### What you need to do:
Nothing but a full, exact copy of the data is needed.

### Given records:
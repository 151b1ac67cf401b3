import { describe, expect, it } from "vitest";
import { applyEdits } from "../../../../src/app/tables/edits.ts";
import type { GivenTable } from "../../../../src/app/tables/given-table.ts";
import { heldEdits, NO_HISTORY, withStep } from "../../../../src/app/tables/history.ts";
import { keptStep, NEW_CHOICES } from "../../../../src/app/trial/kept-step.ts";
import { NO_TRIAL, withTried } from "../../../../src/app/trial/trial.ts";
import { defaultSettings } from "../../../../src/core/study/settings.ts";

const table: GivenTable = {
  file: "choices.csv",
  table: "choices",
  headers: ["reason", "no", "choice", "old", "new", "after_results"],
  columns: ["reason", "order", "choice", "old", "new", "after_results"],
  dialect: { encoding: "UTF-8", delimiter: ",", decimal: "point", missing: [], headerRows: [1], notes: [] },
  rows: [["seen in the field", "4", "boundary.horizon", "", "clay", "no"]],
  rowNumbers: [2],
  unread: new Map(),
};
const given = new Map(
  Object.entries({
    "choices.csv": "reason,no,choice,old,new,after_results\nseen in the field,4,boundary.horizon,,clay,no\n",
    "settings.json": '{"boundary":{"horizon":"clay"},"timing":{"priors":{"single":2}}}',
  }).map(([name, text]) => [name, new TextEncoder().encode(text)]),
);
const text = (files: ReadonlyMap<string, Uint8Array>, name: string) =>
  new TextDecoder().decode(files.get(name));
const settings = { ...defaultSettings, confidence: 0.95 };
const keep = (
  changes: Parameters<typeof keptStep>[0]["changes"],
  reason = "as others do",
  history = NO_HISTORY,
) => keptStep({ changes, settings, tables: [table], history, reason });
const written = (step: ReturnType<typeof keptStep>) =>
  applyEdits(given, step.edits, { forms: [table], keepsRowNumbers: false });

describe("a choice that was tried and is kept", () => {
  it("is a setting, and a row that says what was, what is and why, after results were seen", () => {
    const files = written(keep([{ path: ["confidence"], value: 0.9 }]));
    expect(text(files, "choices.csv").split("\n")[2]).toBe("as others do,5,confidence,0.95,0.9,yes");
    expect(JSON.parse(text(files, "settings.json"))).toEqual({
      boundary: { horizon: "clay" },
      timing: { priors: { single: 2 } },
      confidence: 0.9,
    });
  });

  it("takes the whole place of a part", () => {
    const files = written(keep([{ path: ["timing", "priors"], value: { gradual: 3 } }]));
    expect(JSON.parse(text(files, "settings.json")).timing).toEqual({ priors: { gradual: 3 } });
  });

  it("without a value is taken out, so that its default stands", () => {
    const files = written(keep([{ path: ["boundary", "horizon"] }]));
    expect(JSON.parse(text(files, "settings.json")).boundary).toEqual({});
  });

  it("counts on from choices that are not in the file yet", () => {
    const once = withStep(NO_HISTORY, keep([{ path: ["confidence"], value: 0.9 }]));
    const twice = withStep(once, keep([{ path: ["seed"], value: 7 }], "again", once));
    const files = applyEdits(given, heldEdits(twice), { forms: [table], keepsRowNumbers: false });
    expect(text(files, "choices.csv").trimEnd().split("\n").slice(2)).toEqual([
      "as others do,5,confidence,0.95,0.9,yes",
      "again,6,seed,1,7,yes",
    ]);
  });

  it("of picks names those that differ", () => {
    const pick = { section: "ledge", horizon: "clay", position: 12, below: 0, above: 0 };
    const step = keep([{ path: ["boundary", "picks"], value: [pick] }]);
    expect(step.edits).toContainEqual(
      expect.objectContaining({ kind: "cell", column: 4, now: JSON.stringify(pick) }),
    );
    expect(step.edits.some((edit) => edit.kind === "cell" && edit.column === 3)).toBe(false);
  });

  it("in a study without choices begins the table behind its header", () => {
    const step = keptStep({
      changes: [{ path: ["seed"], value: 7 }],
      settings,
      tables: [],
      history: NO_HISTORY,
      reason: "why not",
    });
    expect(step.edits).toContainEqual({ kind: "row-added", file: NEW_CHOICES.file, row: 2 });
    expect(NEW_CHOICES.text).toBe("order,choice,old,new,reason,by,after_results\n");
  });
});

describe("what is tried", () => {
  const change = { path: ["confidence"], value: 0.8 };

  it("holds each setting once, and none that is as it was", () => {
    const tried = withTried(withTried(NO_TRIAL, change, settings), { ...change, value: 0.7 }, settings);
    expect(tried.changes).toEqual([{ path: ["confidence"], value: 0.7 }]);
    expect(withTried(tried, { ...change, value: 0.95 }, settings).changes).toEqual([]);
  });
});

### Solution below:
repository 151b1ac67cf401b3
import { describe, expect, it } from "vitest";
import { applyEdits } from "../../../../src/app/tables/edits.ts";
import type { GivenTable } from "../../../../src/app/tables/given-table.ts";
import { heldEdits, NO_HISTORY, withStep } from "../../../../src/app/tables/history.ts";
import { keptStep, NEW_CHOICES } from "../../../../src/app/trial/kept-step.ts";
import { NO_TRIAL, withTried } from "../../../../src/app/trial/trial.ts";
import { defaultSettings } from "../../../../src/core/study/settings.ts";

const table: GivenTable = {
  file: "choices.csv",
  table: "choices",
  headers: ["reason", "no", "choice", "old", "new", "after_results"],
  columns: ["reason", "order", "choice", "old", "new", "after_results"],
  dialect: { encoding: "UTF-8", delimiter: ",", decimal: "point", missing: [], headerRows: [1], notes: [] },
  rows: [["seen in the field", "4", "boundary.horizon", "", "clay", "no"]],
  rowNumbers: [2],
  unread: new Map(),
};
const given = new Map(
  Object.entries({
    "choices.csv": "reason,no,choice,old,new,after_results\nseen in the field,4,boundary.horizon,,clay,no\n",
    "settings.json": '{"boundary":{"horizon":"clay"},"timing":{"priors":{"single":2}}}',
  }).map(([name, text]) => [name, new TextEncoder().encode(text)]),
);
const text = (files: ReadonlyMap<string, Uint8Array>, name: string) =>
  new TextDecoder().decode(files.get(name));
const settings = { ...defaultSettings, confidence: 0.95 };
const keep = (
  changes: Parameters<typeof keptStep>[0]["changes"],
  reason = "as others do",
  history = NO_HISTORY,
) => keptStep({ changes, settings, tables: [table], history, reason });
const written = (step: ReturnType<typeof keptStep>) =>
  applyEdits(given, step.edits, { forms: [table], keepsRowNumbers: false });

describe("a choice that was tried and is kept", () => {
  it("is a setting, and a row that says what was, what is and why, after results were seen", () => {
    const files = written(keep([{ path: ["confidence"], value: 0.9 }]));
    expect(text(files, "choices.csv").split("\n")[2]).toBe("as others do,5,confidence,0.95,0.9,yes");
    expect(JSON.parse(text(files, "settings.json"))).toEqual({
      boundary: { horizon: "clay" },
      timing: { priors: { single: 2 } },
      confidence: 0.9,
    });
  });

  it("takes the whole place of a part", () => {
    const files = written(keep([{ path: ["timing", "priors"], value: { gradual: 3 } }]));
    expect(JSON.parse(text(files, "settings.json")).timing).toEqual({ priors: { gradual: 3 } });
  });

  it("without a value is taken out, so that its default stands", () => {
    const files = written(keep([{ path: ["boundary", "horizon"] }]));
    expect(JSON.parse(text(files, "settings.json")).boundary).toEqual({});
  });

  it("counts on from choices that are not in the file yet", () => {
    const once = withStep(NO_HISTORY, keep([{ path: ["confidence"], value: 0.9 }]));
    const twice = withStep(once, keep([{ path: ["seed"], value: 7 }], "again", once));
    const files = applyEdits(given, heldEdits(twice), { forms: [table], keepsRowNumbers: false });
    expect(text(files, "choices.csv").trimEnd().split("\n").slice(2)).toEqual([
      "as others do,5,confidence,0.95,0.9,yes",
      "again,6,seed,1,7,yes",
    ]);
  });

  it("of picks names those that differ", () => {
    const pick = { section: "ledge", horizon: "clay", position: 12, below: 0, above: 0 };
    const step = keep([{ path: ["boundary", "picks"], value: [pick] }]);
    expect(step.edits).toContainEqual(
      expect.objectContaining({ kind: "cell", column: 4, now: JSON.stringify(pick) }),
    );
    expect(step.edits.some((edit) => edit.kind === "cell" && edit.column === 3)).toBe(false);
  });

  it("in a study without choices begins the table behind its header", () => {
    const step = keptStep({
      changes: [{ path: ["seed"], value: 7 }],
      settings,
      tables: [],
      history: NO_HISTORY,
      reason: "why not",
    });
    expect(step.edits).toContainEqual({ kind: "row-added", file: NEW_CHOICES.file, row: 2 });
    expect(NEW_CHOICES.text).toBe("order,choice,old,new,reason,by,after_results\n");
  });
});

describe("what is tried", () => {
  const change = { path: ["confidence"], value: 0.8 };

  it("holds each setting once, and none that is as it was", () => {
    const tried = withTried(withTried(NO_TRIAL, change, settings), { ...change, value: 0.7 }, settings);
    expect(tried.changes).toEqual([{ path: ["confidence"], value: 0.7 }]);
    expect(withTried(tried, { ...change, value: 0.95 }, settings).changes).toEqual([]);
  });
});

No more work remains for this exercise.